Whilst the vision of the hackathon is great and many people attended the initial pitches, in the end only 4 teams remained. In contrast, previous games-themed hackathons held in the same place were overflowing with people. This contrast can be explained by several reasons.

First, whilst the enthusiasm for use cases of open data is high, in reality it's hard to figure out how to extract real value out of it.

Second, even if you think you have a good idea, after talking to the organization's representatives that provided the datasets you may found out that they already do what you thought. This happened to our team.

Third, even if you have a decent idea, the implementation will most likely be really tricky and require a high degree of competency which still relatively few possess.

The final game stopper is the fact that the data provided by the participating organizations, at least the ones in whose datasets we were interested, was simply too messy and hard to find.

As an example, my team was thinking of doing location-based analytics application that would help evaluate the suitability of a given location for your future business. We identified the required datasets with Centre of Registry representative who, by the way, turned out to be really helpful and insightful. However, when we actually got to work that night, we could not find any of the datasets that we talked about. There were too many folders, Excel sheets, and tabs within them, most with obscure titles that take too long to decypher. There were some descriptions but not enough and in the end, we just gave up on the idea, at least for now.

As a result, our team dispersed in separate ways and I found myself with another creating a statistics visualization tool where I helped to implement interactive features for the visualizations. The tool is non-commercial and is intended to be overtaken by Vilnius Lyceum students so they can gain experience developing products with real usage. The final product that we made is called Lithuanian Numbers and for now it summarizes various demographic statistics. With more data it could outgrow being a toy and could become useful to journalists, researchers, and general curious lurkers.

Future vision

Since open data hackathons are still new, both hackers and organizations are still struggling to find a good fit and use cases.

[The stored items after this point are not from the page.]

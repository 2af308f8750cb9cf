import { useState } from 'react';
import type { Choices, Clash } from '@/features/projects/merge';
import { wordRuns } from '@/features/projects/state-diff';
import type { Meeting } from '../saving/meeting';
import { agoWords } from './SaveWords';
import type { Saving } from './use-saving';

/** What came from another tab or person: parts to choose between, or a word that it is in. */
export function ConflictBanner({ saving }: { readonly saving: Saving }) {
  const { meeting, notice } = saving;
  return (
    <>
      {meeting === null ? null : <ClashList key={meeting.other.revision} meeting={meeting} onSettle={saving.settle} />}
      {notice === null ? null : (
        <div className="desk-banner note" role="status">
          <p>
            {notice.words} {notice.link ? <a href={notice.link.href}>{notice.link.words}</a> : null}
          </p>
          <button type="button" className="btn small-btn" onClick={saving.dismiss}>
            Close
          </button>
        </div>
      )}
    </>
  );
}

interface ClashListProps {
  readonly meeting: Meeting;
  readonly onSettle: Saving['settle'];
}

function ClashList({ meeting: { clashes, other }, onSettle }: ClashListProps) {
  const [chosen, setChosen] = useState<Choices>({});
  const [busy, setBusy] = useState(false);
  const open = clashes.filter(({ where }) => chosen[where] === undefined).length;
  const all = (side: 'mine' | 'other') => setChosen(Object.fromEntries(clashes.map(({ where }) => [where, side])));
  return (
    <div className="desk-banner problem clashes" role="alert">
      <p>
        <b>Changed in two places.</b> Revision {other.revision} was saved {agoWords(Date.now() - other.updatedAt)} from
        another tab or by another person. {clashes.length === 1 ? 'One part was' : `${clashes.length} parts were`}{' '}
        changed there and here; the rest is put together. Nothing is lost: both versions stay among the revisions.
      </p>
      <ul>
        {clashes.map((clash) => (
          <ClashChoice
            key={clash.where}
            clash={clash}
            side={chosen[clash.where]}
            onChoose={(side) => setChosen((was) => ({ ...was, [clash.where]: side }))}
          />
        ))}
      </ul>
      <div className="banner-deeds">
        <button
          type="button"
          className="tab-button small-tab"
          disabled={busy || open > 0}
          onClick={() => {
            setBusy(true);
            void onSettle(chosen).finally(() => setBusy(false));
          }}
        >
          Put together
        </button>
        {clashes.length === 1 ? null : (
          <>
            <button type="button" className="btn small-btn" onClick={() => all('mine')}>
              Mine everywhere
            </button>
            <button type="button" className="btn small-btn" onClick={() => all('other')}>
              Theirs everywhere
            </button>
          </>
        )}
        {open === 0 ? null : (
          <span className="small">{open === 1 ? 'One part to choose.' : `${open} parts to choose.`}</span>
        )}
      </div>
    </div>
  );
}

interface ClashChoiceProps {
  readonly clash: Clash;
  readonly side: Choices[string] | undefined;
  readonly onChoose: (side: Choices[string]) => void;
}

function ClashChoice({ clash: { where, mine, other, bothCanStand }, side, onChoose }: ClashChoiceProps) {
  const runs = wordRuns({ before: mine, after: other });
  const radio = (value: Choices[string], words: string) => (
    <label>
      <input type="radio" name={`clash ${where}`} checked={side === value} onChange={() => onChoose(value)} /> {words}
    </label>
  );
  return (
    <li>
      <fieldset className="clash">
        <legend>{where}</legend>
        <div className="clash-texts">
          <p>
            <b>Mine</b>
            <span className="clash-text">
              {runs.map(({ kind, text }, i) =>
                kind === 'new' ? null : kind === 'gone' ? <mark key={i}>{text}</mark> : text,
              )}
            </span>
          </p>
          <p>
            <b>Theirs</b>
            <span className="clash-text">
              {runs.map(({ kind, text }, i) =>
                kind === 'gone' ? null : kind === 'new' ? <mark key={i}>{text}</mark> : text,
              )}
            </span>
          </p>
        </div>
        <div className="clash-sides">
          {radio('mine', 'Keep mine')}
          {radio('other', 'Take theirs')}
          {bothCanStand ? radio('both', 'Both, mine first') : null}
        </div>
      </fieldset>
    </li>
  );
}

I envision that in the future more hackers will become skilled at data analytics, data science or however you want to call it, and thus will become capable of extracting more value out of open data.

At the same time, organizations over time will get better at opening their datasets to the public. The data will become much easier to access and its attributes easier to understand. In cases where data is too big to just simply open to everyone (terabytes and much more), an organization would provide samples of the datasets that would be enough for prototyping and ideas exploration, and then if needed provide the entire dataset on demand.

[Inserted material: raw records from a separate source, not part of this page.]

import { useState, type FormEvent } from 'react';
import { Icon } from '@/components/Icon';
import { cleanName, type Pattern } from '@/engine';
import { addChoice, addMeasure, nameTrouble, questionFor } from '@/features/projects/pattern-edits';
import type { DeskStore } from './desk-store';

/** A new measure by name, asked of the reader or worked out; or a new choice. */
export function AddMeasure({ store, pattern }: { readonly store: DeskStore; readonly pattern: Pattern }) {
  const [open, setOpen] = useState(false);
  const [name, setName] = useState('');
  const [trouble, setTrouble] = useState<string | null>(null);

  const addAsChoice = () => {
    const found = nameTrouble(pattern, name, 'choice');
    setTrouble(found);
    if (found !== null) return;
    const clean = cleanName(name);
    store.editPattern(null, (now) => addChoice(now, clean));
    store.select(clean);
    setName('');
    setOpen(false);
  };
  const add = (asked: boolean) => {
    const found = nameTrouble(pattern, name);
    setTrouble(found);
    if (found !== null) return;
    const clean = cleanName(name);
    store.editPattern(null, (now) =>
      addMeasure(
        now,
        asked
          ? { name: clean, ask: { question: questionFor(clean), usual: '1 in', from: '1/2 in', to: '12 in' } }
          : { name: clean, formula: '1 in' },
      ),
    );
    store.select(clean);
    setName('');
    setOpen(false);
    requestAnimationFrame(() =>
      document.querySelector<HTMLElement>(`[data-place="measure:${CSS.escape(clean)}"]`)?.focus(),
    );
  };
  if (!open) {
    return (
      <p className="desk-add">
        <button type="button" className="text-button small" onClick={() => setOpen(true)}>
          <Icon name="plus" /> Measure or choice
        </button>
      </p>
    );
  }
  return (
    <form
      className="desk-add add-measure"
      onSubmit={(event: FormEvent) => {
        event.preventDefault();
        add(false);
      }}
    >
      <label className="small soft" htmlFor="new-measure">
        Name of the new measure or choice
      </label>
      <input
        id="new-measure"
        className="input"
        autoFocus
        value={name}
        maxLength={40}
        aria-invalid={trouble === null ? undefined : true}
        onChange={(event) => setName(event.currentTarget.value)}
      />
      <button type="submit" className="btn small-btn">
        Worked out
      </button>
      <button type="button" className="btn small-btn" onClick={() => add(true)}>
        Asked
      </button>
      <button type="button" className="btn small-btn" onClick={addAsChoice}>
        A choice
      </button>
      <button type="button" className="text-button small" onClick={() => setOpen(false)}>
        Cancel
      </button>
      {trouble === null ? null : (
        <p className="fault-words" role="alert">
          {trouble}
        </p>
      )}
    </form>
  );
}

Currently, we are experiencing a sort of chicken and egg scenario. Hackers rarely know what to build immediately and are unable to inspect the data. And data is not available because organizations do not know what will be useful and at least for now they are incapable of just quickly opening everything up in a convenient way.

Hackers and open data

Once the chicken and egg problem gets solved, we can expect many useful applications of open data to sprawl up that would, for example, help cities make data-driven decisions or enable you to solve your own problems and by doing so solve the same problem for others. However, like with chicken and the egg problem we might never which one came first, hackers that can deal with super messy datasets or organizations that made the data more convenient to work with.

Having said that, there are lots of cool things you can do now already if you have the patience. As a concrete example, one of the teams worked on an idea to create an app for finding electric cars charging stations. The team lead of the team owns an electric car himself and thus is painfully aware of logistical challenges that electric car owners face in Lithuania. By using open data he can solve his own problem of finding electric charging stations and instantly make other car drivers lives easier too. If that's not cool, I don't know what is.

For now though I think we are still in the very early stages of the possibilities that are ahead but I see a bright future which we now all have a chance to shape together!